TASK DETAILS
Report each line of the listing that carries the word "from".

┌─ INFORMATION GIVEN

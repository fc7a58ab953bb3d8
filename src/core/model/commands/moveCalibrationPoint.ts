import type { ProjectDoc } from '../projectDoc';
import type { CalibrationPointRef } from './calibrationPointRef';
import { updateCalibrationPoint } from './updateCalibrationPoint';

/** Returns the document with the calibration point moved to image pixel (u, v). */
export function moveCalibrationPoint(doc: ProjectDoc, ref: CalibrationPointRef, p: [number, number]): ProjectDoc {
  return updateCalibrationPoint(doc, ref, { u: p[0], v: p[1] });
}
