import type { DocFault, ProjectDoc } from '../projectDoc';
import { updateFault } from './updateFault';

export type FaultStyle = Partial<Pick<DocFault, 'colour' | 'visible' | 'locked'>>;

/** Returns the document with the fault's colour, visibility or lock changed; unchanged when nothing differs. */
export function setFaultStyle(doc: ProjectDoc, faultId: string, style: FaultStyle): ProjectDoc {
  return updateFault(doc, faultId, (f) => {
    const same = (Object.keys(style) as (keyof FaultStyle)[]).every((k) => style[k] === undefined || style[k] === f[k]);
    return same ? f : { ...f, ...style };
  });
}
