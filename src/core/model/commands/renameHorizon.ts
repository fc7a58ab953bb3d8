import { nameLengthProblem } from '../limits';
import type { ProjectDoc } from '../projectDoc';
import { horizonNameTaken } from './horizonNameTaken';
import { updateHorizon } from './updateHorizon';

/** Returns the document with the horizon renamed (trimmed); unchanged for an empty or identical name, one another horizon has, or one over the name length limit (nameLengthProblem says why). */
export function renameHorizon(doc: ProjectDoc, horizonId: string, name: string): ProjectDoc {
  const trimmed = name.trim();
  if (horizonNameTaken(doc, horizonId, trimmed) || nameLengthProblem(trimmed)) return doc;
  return updateHorizon(doc, horizonId, (h) => (trimmed === '' || trimmed === h.name ? h : { ...h, name: trimmed }));
}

└─

RESPONSE FOR THIS EXERCISE
import type { ProjectDoc } from '../projectDoc';
import type { CalibrationPointRef } from './calibrationPointRef';
import { updateCalibrationPoint } from './updateCalibrationPoint';
import type { DocFault, ProjectDoc } from '../projectDoc';
import { updateFault } from './updateFault';
import { nameLengthProblem } from '../limits';
import type { ProjectDoc } from '../projectDoc';
import { horizonNameTaken } from './horizonNameTaken';
import { updateHorizon } from './updateHorizon';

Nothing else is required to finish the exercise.